9️⃣ In Hogwarts terms, conditional probability means:
Show answer
You only look at students inside a specific house, not the whole school.
🔟 Which rule is used for independent events?
Show answer
Multiplication rule: P(A ∩ B) = P(A) × P(B)
1️⃣1️⃣ If Messi scores with probability 0.8
and the goalkeeper guesses wrong with probability 0.7, what is the probability both happen?
Show answer
0.8 × 0.7 = 0.56
1️⃣2️⃣ What problem does the addition rule solve?
Show answer
It avoids double-counting overlapping events.
1️⃣3️⃣ What is Bayes’ Theorem mainly used for?
Show answer
Reversing probability: updating beliefs after seeing evidence.
1️⃣4️⃣ Which formula is Bayes’ Theorem?
A) P(A ∩ B) B) P(A | B) = P(B | A)P(A) / P(B) C) P(A) + P(B) D) P(A) − P(B)
Show answer
B) P(A | B) = P(B | A)P(A) / P(B)
1️⃣5️⃣ In Messi injury analysis, Bayes helps answer:
Show answer
Given Messi played badly, how likely is it that he is injured?

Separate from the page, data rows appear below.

package report

import (
	"math"
	"math/rand"
	"path/filepath"
	"sort"
	"strconv"
	"strings"
	"testing"

	"gaitrig/record"
	"gaitrig/scenarios"
)

// TestSegmentBoundariesFromTelemetry checks the segment marks against the
// moment the synthetic walker's stance foot first reached each segment,
// found here from the stance column and the stance foot's contact point
// (the report itself reads the contact modes), and checks the page writes
// each mark's μs and slope on the plots.
func TestSegmentBoundariesFromTelemetry(t *testing.T) {
	r := makeSynthRun(synthOpts{durationS: 8, hz: 1000, patchMu: 0.15})
	v := viewOf(&r.m, &sliceTicks{ticks: r.ticks}, r.steps, r.events, &r.sum)

	// Independent: the segments start at x = 2.4 m and 3.6 m (synthPatch0,
	// synthPatch1); the first tick whose stance contact is at or past
	// each is the boundary.
	starts := []float64{synthPatch0, synthPatch1}
	var want []float64
	for _, x0 := range starts {
		for _, tk := range r.ticks {
			if tk.Feet[tk.Stance].ContactX >= x0 {
				want = append(want, tk.T)
				break
			}
		}
	}
	if len(want) != 2 {
		t.Fatalf("the synthetic walk reaches %d of 2 segment starts; make it longer", len(want))
	}
	if len(v.segMarks) != len(want) {
		t.Fatalf("%d segment marks, want %d", len(v.segMarks), len(want))
	}
	wantMu := []float64{0.15, synthMuS}
	wantSlope := []float64{0, synthSlope2}
	for i, m := range v.segMarks {
		if m.t != want[i] || m.index != i+1 || m.seg.muS != wantMu[i] || m.seg.slope != wantSlope[i] {
			t.Errorf("mark %d: t %g seg %d μs %g slope %g; want t %g seg %d μs %g slope %g",
				i, m.t, m.index, m.seg.muS, m.seg.slope, want[i], i+1, wantMu[i], wantSlope[i])
		}
	}

	dir := filepath.Join(t.TempDir(), "run")
	writeSynthFolder(t, dir, r, true)
	p := renderAndParse(t, dir)
	for _, id := range []string{"plot-joint-angles", "plot-utilization", "plot-energy", "plot-alarms"} {
		for _, label := range []string{"seg 1: μs 0.15, 0°", "seg 2: μs 0.6, -1.719°"} {
			if !strings.Contains(p.texts[id], label) {
				t.Errorf("%s lacks the segment label %q", id, label)
			}
		}
	}
	if !strings.Contains(p.texts["marks-key"], "terrain segment") {
		t.Errorf("marks key %q does not explain the segment lines", p.texts["marks-key"])
	}
}

// TestSegmentEntriesSkipsAndStops covers a foot that lands beyond a short
// segment (both segments are marked at that tick), a walk that never
// reaches the last segment, and a foot in the air that is ignored.
func TestSegmentEntriesSkipsAndStops(t *testing.T) {
	segs := []terrainSeg{{x0: -10, x1: 1}, {x0: 1, x1: 1.1}, {x0: 1.1, x1: 5}, {x0: 5, x1: 9}}
	tt := []float64{0, 1, 2, 3}
	cx := [2][]float64{{0.5, 0.5, 1.3, 1.3}, {3, 6, 0.9, 0.9}}
	mode := [2][]int{{1, 1, 1, 1}, {0, 0, 1, 1}} // right foot in the air at t 0 and 1
	got := segmentEntries(segs, tt, cx, mode, 0)
	if len(got) != 2 || got[0].t != 2 || got[0].index != 1 || got[1].t != 2 || got[1].index != 2 {
		t.Errorf("got %+v; want segments 1 and 2 both entered at t = 2 and segment 3 never", got)
	}
	if got := segmentEntries(segs[:1], tt, cx, mode, 0); got != nil {
		t.Errorf("one segment gave marks %+v", got)
	}
}

// TestSlipWindowsMatchTheModeColumn compares the slip episodes with runs of
// sliding ticks counted the other way round: from the transitions into and
// out of the sliding code.
func TestSlipWindowsMatchTheModeColumn(t *testing.T) {
	rng := rand.New(rand.NewSource(3))
	const sliding = 2
	for trial := 0; trial < 50; trial++ {
		n := 1 + rng.Intn(300)
		tt := make([]float64, n)
		mode := make([]int, n)
		for i := range mode {
			tt[i] = float64(i) * 0.001
			if i > 0 && rng.Float64() < 0.85 {
				mode[i] = mode[i-1]
			} else {
				mode[i] = rng.Intn(3)
			}
		}
		var want []window
		for i := range mode {
			begins := mode[i] == sliding && (i == 0 || mode[i-1] != sliding)
			ends := mode[i] == sliding && (i == n-1 || mode[i+1] != sliding)
			if begins {
				want = append(want, window{from: tt[i]})
			}
			if ends {
				want[len(want)-1].until = tt[i]
			}
		}
		got := slipWindows(tt, mode, sliding)
		if len(got) != len(want) {
			t.Fatalf("trial %d: %d episodes, want %d", trial, len(got), len(want))
		}
		for i := range got {
			if got[i].from != want[i].from || got[i].until != want[i].until {
				t.Fatalf("trial %d, episode %d: [%g, %g], want [%g, %g]", trial, i, got[i].from, got[i].until, want[i].from, want[i].until)
			}
		}
	}
	if got := slipWindows([]float64{0, 1}, []int{2, 2}, -1); got != nil {
		t.Errorf("a manifest without a sliding code gave episodes %+v", got)
	}
}

// TestSlipsShadedOnTheUtilizationPlot makes the synthetic right foot slide
// for two stretches and checks the page counts them and labels the bands.
func TestSlipsShadedOnTheUtilizationPlot(t *testing.T) {
	r := makeSynthRun(synthOpts{durationS: 3, hz: 500, patchMu: 0.6})
	slid := 0
	for i := range r.ticks {
		if (i >= 100 && i < 110) || (i >= 700 && i < 703) {
			r.ticks[i].Feet[1].Mode = 2
			slid++
		}
	}
	dir := filepath.Join(t.TempDir(), "run")
	writeSynthFolder(t, dir, r, true)
	p := renderAndParse(t, dir)
	if c := p.texts["fig-plot-utilization"]; !strings.Contains(c, "2 slip episode(s) shaded") {
		t.Errorf("utilization caption %q: want 2 slip episodes", c)
	}
	if n := strings.Count(p.texts["plot-utilization"], "slip right"); n != 2 {
		t.Errorf("utilization plot labels %d bands slip right, want 2", n)
	}
	if strings.Contains(p.texts["plot-joint-angles"], "slip right") {
		t.Error("the angle plot shades slips; only the friction plots should")
	}
}

// TestPushWindows reads pushes from the push columns.
func TestPushWindows(t *testing.T) {
	tt := []float64{0, 1, 2, 3, 4, 5, 6}
	px := []float64{0, 5, 5, 0, 0, 0, 0}
	py := []float64{0, 0, 0, 0, -2, 0, math.NaN()}
	got := pushWindows(tt, px, py)
	want := []window{{from: 1, until: 2, label: "push"}, {from: 4, until: 4, label: "push"}}
	if len(got) != len(want) {
		t.Fatalf("got %+v, want %+v", got, want)
	}
	for i := range got {
		if got[i] != want[i] {
			t.Errorf("window %d %+v, want %+v", i, got[i], want[i])
		}
	}
}

// TestFaultWindowsFromScenarioText reads the faults of a built-in
// scenario's text, with a freeze fault added, as the manifest carries it.
func TestFaultWindowsFromScenarioText(t *testing.T) {
	text, err := scenarios.BuiltinText("latency-stress")
	if err != nil {
		t.Fatal(err)
	}
	s := strings.Replace(string(text), "faults:\n", "faults:\n  - kind: freeze\n    sensor: imu\n    at_s: 1.5\n    for_s: 0.25\n", 1)
	got, note := faultWindows("latency-stress", s, 9.5)
	if note != "" {
		t.Fatalf("note %q", note)
	}
	// From the text: freeze at 1.5 s for 0.25 s; latency from 0 to the
	// end; drop from 2 s to the end.
	want := []window{{1.5, 1.75, "freeze imu"}, {0, 9.5, "latency"}, {2, 9.5, "drop"}}
	if len(got) != len(want) {
		t.Fatalf("got %+v, want %+v", got, want)
	}
	for i := range got {
		if got[i] != want[i] {
			t.Errorf("window %d %+v, want %+v", i, got[i], want[i])
		}
	}

	push, err := scenarios.BuiltinText("push-recovery")
	if err != nil {
		t.Fatal(err)
	}
	if got, note := faultWindows("push-recovery", string(push), 12); len(got) != 0 || note != "" {
		t.Errorf("push-recovery: windows %+v, note %q; pushes come from the telemetry, not the text", got, note)
	}
	for _, bad := range []string{"", "name: [unclosed\n"} {
		got, note := faultWindows("x", bad, 1)
		if got != nil || note == "" {
			t.Errorf("text %q: windows %+v, note %q; want none and a note", bad, got, note)
		}
	}
}

// TestDemandsOf reads friction demands from events.
func TestDemandsOf(t *testing.T) {
	evs := []record.Event{
		{T: 4.374, Kind: "impact_slip", Foot: "right", Values: map[string]float64{"value": 0.2530658704486578, "limit": 0.25}},
		{T: 5, Kind: "friction_limit", Foot: "left", Values: map[string]float64{"value": 1.31, "limit": 0.8}},
		{T: 6, Kind: "run_end", Severity: record.Info, Values: map[string]float64{"value": 3}},
		{T: 7, Kind: "impact_slip", Values: map[string]float64{"value": 0.3}}, // no limit: cannot be placed
	}
	got := demandsOf(evs)
	want := []demandMark{{4.374, 1, 0.2530658704486578 / 0.25}, {5, 0, 1.31}}
	if len(got) != len(want) {
		t.Fatalf("got %+v, want %+v", got, want)
	}
	for i := range got {
		if got[i] != want[i] {
			t.Errorf("demand %d %+v, want %+v", i, got[i], want[i])
		}
	}
}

1️⃣6️⃣ What does mean (average) measure?
Show answer
The central value of the data.
1️⃣7️⃣ High variance means what?
Show answer
Data is spread out and unpredictable.
1️⃣8️⃣ Who has lower variance in exam scores?
A) Hermione B) Seamus
Show answer
A) Hermione
1️⃣9️⃣ What is the key assumption of Naive Bayes?
Show answer
Features are conditionally independent given the class.
2️⃣0️⃣ Why is Naive Bayes powerful despite being “naive”?
Show answer
Because it is simple, fast, and works surprisingly well in real-world problems like spam detection and text classification.